[[ Input data, beginning ]]
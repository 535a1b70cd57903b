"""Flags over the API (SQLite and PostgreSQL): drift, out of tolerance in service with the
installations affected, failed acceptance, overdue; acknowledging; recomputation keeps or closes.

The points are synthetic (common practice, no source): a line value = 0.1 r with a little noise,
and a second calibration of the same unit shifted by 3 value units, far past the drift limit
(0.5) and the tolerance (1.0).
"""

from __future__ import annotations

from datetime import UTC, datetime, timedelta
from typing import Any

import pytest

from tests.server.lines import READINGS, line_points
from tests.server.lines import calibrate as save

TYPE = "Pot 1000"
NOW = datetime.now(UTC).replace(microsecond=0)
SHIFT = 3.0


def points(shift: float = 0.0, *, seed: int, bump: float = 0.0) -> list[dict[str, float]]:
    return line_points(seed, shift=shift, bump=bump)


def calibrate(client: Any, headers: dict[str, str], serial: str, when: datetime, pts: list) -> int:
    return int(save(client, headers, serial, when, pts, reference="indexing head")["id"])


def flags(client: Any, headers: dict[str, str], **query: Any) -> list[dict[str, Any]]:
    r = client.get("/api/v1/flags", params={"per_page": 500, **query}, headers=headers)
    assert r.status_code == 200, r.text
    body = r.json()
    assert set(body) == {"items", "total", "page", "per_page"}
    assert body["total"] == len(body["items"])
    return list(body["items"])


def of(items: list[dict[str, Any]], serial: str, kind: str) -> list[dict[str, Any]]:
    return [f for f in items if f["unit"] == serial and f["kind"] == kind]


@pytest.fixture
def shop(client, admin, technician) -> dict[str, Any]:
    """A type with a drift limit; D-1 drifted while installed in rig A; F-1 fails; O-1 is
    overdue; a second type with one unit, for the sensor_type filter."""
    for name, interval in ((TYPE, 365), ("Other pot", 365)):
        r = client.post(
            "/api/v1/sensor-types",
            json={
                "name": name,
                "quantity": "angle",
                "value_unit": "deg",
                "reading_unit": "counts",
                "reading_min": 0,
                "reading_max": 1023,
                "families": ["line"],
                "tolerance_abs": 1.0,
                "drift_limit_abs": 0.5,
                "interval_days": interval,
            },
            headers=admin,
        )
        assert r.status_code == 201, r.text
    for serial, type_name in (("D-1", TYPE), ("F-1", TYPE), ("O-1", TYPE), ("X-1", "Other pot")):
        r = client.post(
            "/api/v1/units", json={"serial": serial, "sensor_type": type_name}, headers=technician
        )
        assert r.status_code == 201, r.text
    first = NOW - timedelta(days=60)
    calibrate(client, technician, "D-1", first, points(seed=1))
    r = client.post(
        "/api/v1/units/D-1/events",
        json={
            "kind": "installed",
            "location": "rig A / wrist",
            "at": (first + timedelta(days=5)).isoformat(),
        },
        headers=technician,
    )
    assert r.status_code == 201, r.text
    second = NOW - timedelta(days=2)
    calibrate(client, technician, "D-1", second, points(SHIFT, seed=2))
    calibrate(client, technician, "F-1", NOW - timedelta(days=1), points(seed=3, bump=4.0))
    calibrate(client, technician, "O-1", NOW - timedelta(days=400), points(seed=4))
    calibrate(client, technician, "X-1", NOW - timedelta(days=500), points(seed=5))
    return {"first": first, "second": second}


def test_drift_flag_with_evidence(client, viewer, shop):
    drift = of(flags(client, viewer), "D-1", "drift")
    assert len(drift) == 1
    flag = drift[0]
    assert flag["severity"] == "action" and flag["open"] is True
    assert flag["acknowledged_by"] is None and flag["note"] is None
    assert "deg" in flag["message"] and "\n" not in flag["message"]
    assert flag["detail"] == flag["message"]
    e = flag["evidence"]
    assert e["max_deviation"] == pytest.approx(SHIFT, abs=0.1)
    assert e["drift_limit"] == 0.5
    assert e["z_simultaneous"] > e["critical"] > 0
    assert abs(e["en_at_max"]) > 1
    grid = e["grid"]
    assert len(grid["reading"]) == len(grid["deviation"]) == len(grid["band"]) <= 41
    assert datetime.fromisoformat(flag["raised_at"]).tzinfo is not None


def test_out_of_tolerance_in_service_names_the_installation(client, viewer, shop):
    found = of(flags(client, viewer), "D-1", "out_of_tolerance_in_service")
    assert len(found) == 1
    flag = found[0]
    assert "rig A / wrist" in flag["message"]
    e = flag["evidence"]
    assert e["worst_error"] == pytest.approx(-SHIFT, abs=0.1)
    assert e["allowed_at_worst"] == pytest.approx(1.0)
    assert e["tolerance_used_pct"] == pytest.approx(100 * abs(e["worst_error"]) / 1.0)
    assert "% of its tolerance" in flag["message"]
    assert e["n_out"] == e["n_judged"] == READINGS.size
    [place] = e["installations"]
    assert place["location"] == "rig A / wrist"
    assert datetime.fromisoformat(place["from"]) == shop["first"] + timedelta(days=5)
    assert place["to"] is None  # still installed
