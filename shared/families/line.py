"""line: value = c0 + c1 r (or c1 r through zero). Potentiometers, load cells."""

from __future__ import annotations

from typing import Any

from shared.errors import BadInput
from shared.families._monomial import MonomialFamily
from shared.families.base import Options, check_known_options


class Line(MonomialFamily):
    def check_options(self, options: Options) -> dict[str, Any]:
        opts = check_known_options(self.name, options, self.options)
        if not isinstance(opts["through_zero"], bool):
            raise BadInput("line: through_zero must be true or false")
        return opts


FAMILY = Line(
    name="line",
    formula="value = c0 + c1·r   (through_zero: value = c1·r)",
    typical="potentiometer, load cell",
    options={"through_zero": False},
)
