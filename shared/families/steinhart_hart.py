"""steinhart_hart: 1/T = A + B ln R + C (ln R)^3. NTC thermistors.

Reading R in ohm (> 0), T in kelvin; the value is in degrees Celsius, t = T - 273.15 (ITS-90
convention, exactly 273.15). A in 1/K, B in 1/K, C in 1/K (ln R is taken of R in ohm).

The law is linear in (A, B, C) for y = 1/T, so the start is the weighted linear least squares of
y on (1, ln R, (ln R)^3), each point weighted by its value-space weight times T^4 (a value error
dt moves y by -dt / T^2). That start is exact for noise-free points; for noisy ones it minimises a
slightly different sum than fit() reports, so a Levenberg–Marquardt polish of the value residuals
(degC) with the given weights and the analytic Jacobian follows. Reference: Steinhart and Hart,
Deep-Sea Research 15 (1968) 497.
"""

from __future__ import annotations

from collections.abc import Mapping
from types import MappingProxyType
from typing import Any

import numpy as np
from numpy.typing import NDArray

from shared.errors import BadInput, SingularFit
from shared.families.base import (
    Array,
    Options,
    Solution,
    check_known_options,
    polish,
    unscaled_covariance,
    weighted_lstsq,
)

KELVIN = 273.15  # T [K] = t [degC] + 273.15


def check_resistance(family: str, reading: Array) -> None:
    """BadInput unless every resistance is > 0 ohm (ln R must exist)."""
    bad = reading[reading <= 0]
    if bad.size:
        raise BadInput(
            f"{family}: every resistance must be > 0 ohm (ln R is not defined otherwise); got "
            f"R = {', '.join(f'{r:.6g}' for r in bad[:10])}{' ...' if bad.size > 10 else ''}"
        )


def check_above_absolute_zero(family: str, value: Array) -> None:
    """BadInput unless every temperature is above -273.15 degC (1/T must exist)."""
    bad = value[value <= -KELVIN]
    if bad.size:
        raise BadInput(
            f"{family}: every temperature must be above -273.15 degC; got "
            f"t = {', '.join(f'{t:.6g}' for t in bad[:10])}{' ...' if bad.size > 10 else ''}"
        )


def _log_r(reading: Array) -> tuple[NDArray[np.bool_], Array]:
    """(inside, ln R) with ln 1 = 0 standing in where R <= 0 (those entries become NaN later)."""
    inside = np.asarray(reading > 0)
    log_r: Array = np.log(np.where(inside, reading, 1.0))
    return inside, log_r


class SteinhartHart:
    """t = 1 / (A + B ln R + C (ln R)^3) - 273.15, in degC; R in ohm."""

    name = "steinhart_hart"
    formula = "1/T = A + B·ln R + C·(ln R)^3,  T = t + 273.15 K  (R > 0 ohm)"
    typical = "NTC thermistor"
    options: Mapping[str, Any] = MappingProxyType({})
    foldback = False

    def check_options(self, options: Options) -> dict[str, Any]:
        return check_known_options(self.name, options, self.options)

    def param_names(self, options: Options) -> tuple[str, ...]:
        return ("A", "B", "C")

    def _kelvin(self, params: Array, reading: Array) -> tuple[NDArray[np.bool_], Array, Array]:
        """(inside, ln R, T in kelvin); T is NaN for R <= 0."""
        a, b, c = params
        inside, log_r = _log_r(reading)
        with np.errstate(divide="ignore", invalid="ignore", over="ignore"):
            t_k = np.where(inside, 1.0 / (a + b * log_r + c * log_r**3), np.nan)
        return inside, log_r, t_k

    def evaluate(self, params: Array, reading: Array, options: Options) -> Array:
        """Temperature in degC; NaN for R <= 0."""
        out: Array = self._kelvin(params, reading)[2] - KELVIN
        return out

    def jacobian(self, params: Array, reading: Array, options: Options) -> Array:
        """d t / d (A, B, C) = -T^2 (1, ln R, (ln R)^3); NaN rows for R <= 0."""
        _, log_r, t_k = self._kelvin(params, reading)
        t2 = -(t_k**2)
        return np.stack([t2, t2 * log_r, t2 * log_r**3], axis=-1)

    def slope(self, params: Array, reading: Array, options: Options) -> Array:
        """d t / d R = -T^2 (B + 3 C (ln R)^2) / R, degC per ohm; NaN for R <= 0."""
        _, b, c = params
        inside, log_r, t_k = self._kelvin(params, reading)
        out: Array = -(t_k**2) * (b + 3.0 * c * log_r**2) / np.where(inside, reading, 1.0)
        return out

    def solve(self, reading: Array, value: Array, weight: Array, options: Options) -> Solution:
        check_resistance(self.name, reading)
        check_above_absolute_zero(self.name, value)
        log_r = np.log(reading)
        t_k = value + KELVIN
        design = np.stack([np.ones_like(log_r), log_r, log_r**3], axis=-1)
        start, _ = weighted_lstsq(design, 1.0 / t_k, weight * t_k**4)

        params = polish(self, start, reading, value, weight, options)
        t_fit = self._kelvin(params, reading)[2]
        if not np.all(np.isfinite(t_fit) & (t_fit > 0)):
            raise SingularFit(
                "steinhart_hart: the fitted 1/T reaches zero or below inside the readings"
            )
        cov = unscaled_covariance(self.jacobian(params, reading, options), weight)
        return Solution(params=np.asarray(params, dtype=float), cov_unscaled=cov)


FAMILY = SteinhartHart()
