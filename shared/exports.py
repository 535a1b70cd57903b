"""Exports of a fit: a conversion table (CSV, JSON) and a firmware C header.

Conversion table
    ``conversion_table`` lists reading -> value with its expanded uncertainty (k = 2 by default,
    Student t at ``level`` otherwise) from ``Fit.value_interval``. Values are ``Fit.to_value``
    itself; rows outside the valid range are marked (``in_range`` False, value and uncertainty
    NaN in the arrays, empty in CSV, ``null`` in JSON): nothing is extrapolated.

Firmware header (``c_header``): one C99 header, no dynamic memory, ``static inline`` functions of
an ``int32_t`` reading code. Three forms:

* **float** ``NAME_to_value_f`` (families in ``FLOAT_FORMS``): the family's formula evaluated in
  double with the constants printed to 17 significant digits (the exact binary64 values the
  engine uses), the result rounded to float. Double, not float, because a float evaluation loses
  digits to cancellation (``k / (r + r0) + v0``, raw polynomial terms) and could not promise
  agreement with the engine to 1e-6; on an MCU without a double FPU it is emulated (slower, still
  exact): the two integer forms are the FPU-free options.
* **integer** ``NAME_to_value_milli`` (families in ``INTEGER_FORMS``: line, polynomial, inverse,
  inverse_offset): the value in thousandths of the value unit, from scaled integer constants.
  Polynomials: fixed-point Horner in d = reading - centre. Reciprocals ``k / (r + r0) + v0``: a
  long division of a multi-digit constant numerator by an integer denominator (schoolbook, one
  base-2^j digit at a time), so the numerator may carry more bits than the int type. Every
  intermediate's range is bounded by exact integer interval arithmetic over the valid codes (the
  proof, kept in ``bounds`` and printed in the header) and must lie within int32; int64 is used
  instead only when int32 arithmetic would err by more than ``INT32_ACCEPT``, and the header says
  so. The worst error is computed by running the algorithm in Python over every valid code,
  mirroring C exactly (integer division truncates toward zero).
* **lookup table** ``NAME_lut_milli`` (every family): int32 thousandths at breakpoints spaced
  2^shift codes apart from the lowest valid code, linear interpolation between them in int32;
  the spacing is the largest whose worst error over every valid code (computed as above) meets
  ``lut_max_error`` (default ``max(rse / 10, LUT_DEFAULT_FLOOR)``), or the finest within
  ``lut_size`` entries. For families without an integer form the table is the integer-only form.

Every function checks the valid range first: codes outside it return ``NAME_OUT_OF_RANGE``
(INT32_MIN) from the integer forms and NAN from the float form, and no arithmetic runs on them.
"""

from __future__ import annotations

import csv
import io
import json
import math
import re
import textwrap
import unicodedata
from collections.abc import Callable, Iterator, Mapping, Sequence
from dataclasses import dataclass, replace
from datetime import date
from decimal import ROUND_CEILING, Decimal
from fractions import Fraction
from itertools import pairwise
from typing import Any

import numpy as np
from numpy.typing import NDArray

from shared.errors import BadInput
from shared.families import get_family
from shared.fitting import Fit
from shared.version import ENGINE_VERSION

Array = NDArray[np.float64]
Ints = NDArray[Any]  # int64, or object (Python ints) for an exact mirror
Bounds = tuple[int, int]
[[ Input data, end ]]
Work required ->
Extract exactly and only the lines above from the line containing "in degC; NaN" through the line containing "filename shared/exports.py", both end lines included.

Exercise answer ->
        """Temperature in degC; NaN for R <= 0."""
        out: Array = self._kelvin(params, reading)[2] - KELVIN
        return out

    def jacobian(self, params: Array, reading: Array, options: Options) -> Array:
        """d t / d (A, B, C) = -T^2 (1, ln R, (ln R)^3); NaN rows for R <= 0."""
        _, log_r, t_k = self._kelvin(params, reading)
        t2 = -(t_k**2)
        return np.stack([t2, t2 * log_r, t2 * log_r**3], axis=-1)

    def slope(self, params: Array, reading: Array, options: Options) -> Array:
        """d t / d R = -T^2 (B + 3 C (ln R)^2) / R, degC per ohm; NaN for R <= 0."""
        _, b, c = params
        inside, log_r, t_k = self._kelvin(params, reading)
        out: Array = -(t_k**2) * (b + 3.0 * c * log_r**2) / np.where(inside, reading, 1.0)
        return out

    def solve(self, reading: Array, value: Array, weight: Array, options: Options) -> Solution:
        check_resistance(self.name, reading)
        check_above_absolute_zero(self.name, value)
        log_r = np.log(reading)
        t_k = value + KELVIN
        design = np.stack([np.ones_like(log_r), log_r, log_r**3], axis=-1)
        start, _ = weighted_lstsq(design, 1.0 / t_k, weight * t_k**4)

        params = polish(self, start, reading, value, weight, options)
        t_fit = self._kelvin(params, reading)[2]
        if not np.all(np.isfinite(t_fit) & (t_fit > 0)):
            raise SingularFit(
                "steinhart_hart: the fitted 1/T reaches zero or below inside the readings"
            )
        cov = unscaled_covariance(self.jacobian(params, reading, options), weight)
        return Solution(params=np.asarray(params, dtype=float), cov_unscaled=cov)


FAMILY = SteinhartHart()
filename shared/exports.py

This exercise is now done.